Looking back on the games that my brother and i played as children i found this article especially interesting...

-todd


Why we shouldn't demonize our swashbuckling sons and their pretend weapons in the wake of the Virginia Tech tragedy.

WEB-EXCLUSIVE COMMENTARY
By Peg Tyre
Newsweek
Updated: 6:02 p.m. CT April 19, 2007


Like everyone else, I'm scrutinizing the media coverage of the tragedy at Virginia Tech, trying to figure out just what in Cho Seung-Hui's short, sad life led him to Monday's monstrous rampage. From the videotapes and letters he sent to NBC, it's clear that he was a young man caught in the jaws of mental illness. But as I study news reports from around the country, I sense a gathering storm: editorials are saying we need to keep a closer eye on kids in order to weed out those who may have a propensity for violence.

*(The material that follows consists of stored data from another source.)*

"""Where things are: between offsets on the sky, right ascension and declination, and pixels.

The field is a tangent plane (gnomonic projection, TAN of Calabretta & Greisen 2002, A&A 395, 1077)
touching the sphere at the pointing, which falls on the middle of the detector. East and north are
the standard coordinates of that plane, in radians. The detector's +y has the position angle rho,
north through east, and an odd number of reflections turns east to the right (p = -1):
``x - xc = p (-E cos rho + N sin rho) / s`` and ``y - yc = (E sin rho + N cos rho) / s``.
Pixels count from 0 at the centre of the first pixel; only the WCS keywords count from 1.
"""

from __future__ import annotations

from dataclasses import dataclass
from math import atan2, cos, degrees, pi, sin
from typing import TYPE_CHECKING

import numpy as np

from simimg.arrays import FloatArray
from simimg.scene.model import Scene

if TYPE_CHECKING:
    from astropy.wcs import WCS


@dataclass(frozen=True)
class FieldGeometry:
    """The detector on the sky.

    Attributes
    ----------
    columns, rows : int
        Size of the detector in pixels.
    pixel_scale : float
        Side of a pixel (rad).
    rotation : float
        Position angle of the detector's +y (rad).
    mirrored : bool
        True for an odd number of reflections.
    ra, dec : float
        Pointing (rad): the sky at the middle of the detector.
    """

    columns: int
    rows: int
    pixel_scale: float
    rotation: float = 0.0
    mirrored: bool = False
    ra: float = 0.0
    dec: float = 0.0

    @property
    def centre(self) -> tuple[float, float]:
        """Middle of the detector (x, y) in pixels."""
        return (self.columns - 1) / 2, (self.rows - 1) / 2

    @property
    def parity(self) -> int:
        """+1, or -1 for a mirrored field."""
        return -1 if self.mirrored else 1

    def to_pixels(self, east: FloatArray, north: FloatArray) -> tuple[FloatArray, FloatArray]:
        """Pixels of offsets `east`, `north` (rad) from the field centre."""
        c, s = cos(self.rotation), sin(self.rotation)
        xc, yc = self.centre
        x = xc + self.parity * (north * s - east * c) / self.pixel_scale
        y = yc + (east * s + north * c) / self.pixel_scale
        return x, y

    def to_offsets(self, x: FloatArray, y: FloatArray) -> tuple[FloatArray, FloatArray]:
        """Offsets east and north (rad) of pixels."""
        c, s = cos(self.rotation), sin(self.rotation)
        xc, yc = self.centre
        dx, dy = (x - xc) * self.parity * self.pixel_scale, (y - yc) * self.pixel_scale
        return dy * s - dx * c, dx * s + dy * c

    def to_sky(self, x: FloatArray, y: FloatArray) -> tuple[FloatArray, FloatArray]:
        """Right ascension, in [0, 2 pi), and declination (rad) of pixels."""
        east, north = self.to_offsets(np.asarray(x, float), np.asarray(y, float))
        denominator = cos(self.dec) - north * sin(self.dec)
        ra = self.ra + np.arctan2(east, denominator)
        dec = np.arctan2(north * cos(self.dec) + sin(self.dec), np.hypot(east, denominator))
        return ra % (2.0 * pi), dec

    def from_sky(self, ra: FloatArray, dec: FloatArray) -> tuple[FloatArray, FloatArray]:
        """Pixels of right ascensions and declinations (rad) within 90 degrees of the pointing.

        Raises
        ------
        ValueError
            For a place on the far half of the sky, which the tangent plane does not show.
        """
        delta = np.asarray(ra, float) - self.ra
        sine, cosine = np.sin(dec), np.cos(dec)
        below = sin(self.dec) * sine + cos(self.dec) * cosine * np.cos(delta)
        if np.any(below <= 0.0):
            raise ValueError("a place lies 90 degrees or more from the pointing")
        east = cosine * np.sin(delta) / below
        north = (cos(self.dec) * sine - sin(self.dec) * cosine * np.cos(delta)) / below
        return self.to_pixels(east, north)

    def direction(self, position_angle: float) -> float:
        """Angle from the detector's +x towards its +y (rad) of a position angle (rad)."""
        turned = position_angle - self.rotation
        return atan2(cos(turned), -self.parity * sin(turned))

    def position_angle(self, dx: float, dy: float) -> float:
        """Position angle, in [0, 2 pi), of a step ``(dx, dy)`` on the detector."""
        return (self.rotation + atan2(-self.parity * dx, dy)) % (2.0 * pi)

    def wcs(self) -> WCS:
        """The same as an astropy WCS (TAN, degrees)."""
        from astropy.wcs import WCS

        xc, yc = self.centre
        step = degrees(self.pixel_scale)
        c, s, p = cos(self.rotation), sin(self.rotation), self.parity
        wcs = WCS(naxis=2)
        wcs.wcs.ctype = ["RA---TAN", "DEC--TAN"]
        wcs.wcs.cunit = ["deg", "deg"]
        wcs.wcs.crpix = [xc + 1.0, yc + 1.0]
        wcs.wcs.crval = [degrees(self.ra) % 360.0, degrees(self.dec)]
        # Adding 0 turns a negative zero, which would show in the header, into a plain one.
        wcs.wcs.cd = np.array([[-p * c, s], [p * s, c]]) * step + 0.0
        wcs.wcs.radesys = "ICRS"
        wcs.wcs.set()
        return wcs


def field_geometry(scene: Scene) -> FieldGeometry:
    """The detector of a scene on the sky.

    Without a camera the geometry is that of one pixel of unit angle with north up and east left:
    directions and offsets hold, sizes do not.
    """
    camera, pointing = scene.camera, scene.pointing
    columns, rows = camera.pixels if camera is not None and camera.pixels is not None else (1, 1)
    return FieldGeometry(
        columns=columns,
        rows=rows,
        pixel_scale=scene.pixel_scale or 1.0,
        rotation=camera.rotation if camera is not None else 0.0,
        mirrored=camera.mirrored if camera is not None else False,
        ra=pointing.ra if pointing is not None else 0.0,
        dec=pointing.dec if pointing is not None else 0.0,
    )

We need to be wary of children who seem a little "off," they warn. Are we about to have another zero-tolerance-for-violence moment in our country? Perhaps. But before we get too far down that road, I want to wave a small yellow flag of caution.

We've been here before. It was in April 1999, shortly after Eric Harris and Dylan Klebold shot and killed 12 classmates and a teacher, wounded 24 others and then killed themselves at Columbine High School in Colorado. It was another unthinkable tragedy—most of the victims and the two shooters were under 18. It sent waves of horror through our nation, and teachers and parents responded by clamping down on the behavior of kids in a way that may not have been healthy after all.

Preschool teachers tell me that post-Columbine, imaginative play began to get monitored. Kids began to be actively discouraged from playing games like cops and robbers. Shooting guns should never be considered fun, the teachers reasoned. Besides, they worried, the children might not know pretend violence from real violence.

In elementary schools, talking and writing about violence or making pictures with violent themes became cause for alarm. Unfortunately, that hypervigilance hasn't let up much since. Recently, as part of the research for the book I'm writing on boys and school, I was speaking to a parent of a third-grader who attends public school in an affluent section of Southern California. If this boy isn't talking about Star Wars and light sabers, then he's swashbuckling through his living room Johnny Depp-style. Not long ago, the school called the parents in for an emergency teacher conference. The child's offense: he had written and energetically illustrated a story. So far, so good. His topic? A George Lucas-style duel between good and evil, complete with arrows and a decapitation. Now he was in trouble at school. "She wanted my son to express himself in writing, so he did," the father shrugged. "The teacher just didn't seem to understand that this is what some boys' fantasy lives are like."

Post-Columbine, pushing and shoving in class became much more serious offenses because pushing and shoving could lead to violence. Reasonable enough. In some places, though, aggressive play during recess got outlawed, too. Contact sports like soccer and touch football were forbidden at an elementary school in Cheyenne, Wyo. In Florida’s Broward County schools, running on the playground was banned. In elementary schools like Beaverton, Ore., and downtown Los Angeles, tag became a no-no. The reason: "It brings out the aggression in kids," the L.A. district superintendent told a reporter. There's no exception made for public playgrounds, either. About two years ago, I watched my husband get hit with an imaginary bullet from my son's imaginary gun on a hill near the swings. I looked on happily as they both fell down laughing. But one of the mothers I was with was not amused. "We don't do guns," she told me. Just the other day, I read a news account of an 8-year-old schoolboy from Arkansas who was punished for pointing a cooked chicken finger at another student and saying, "Pow. Pow."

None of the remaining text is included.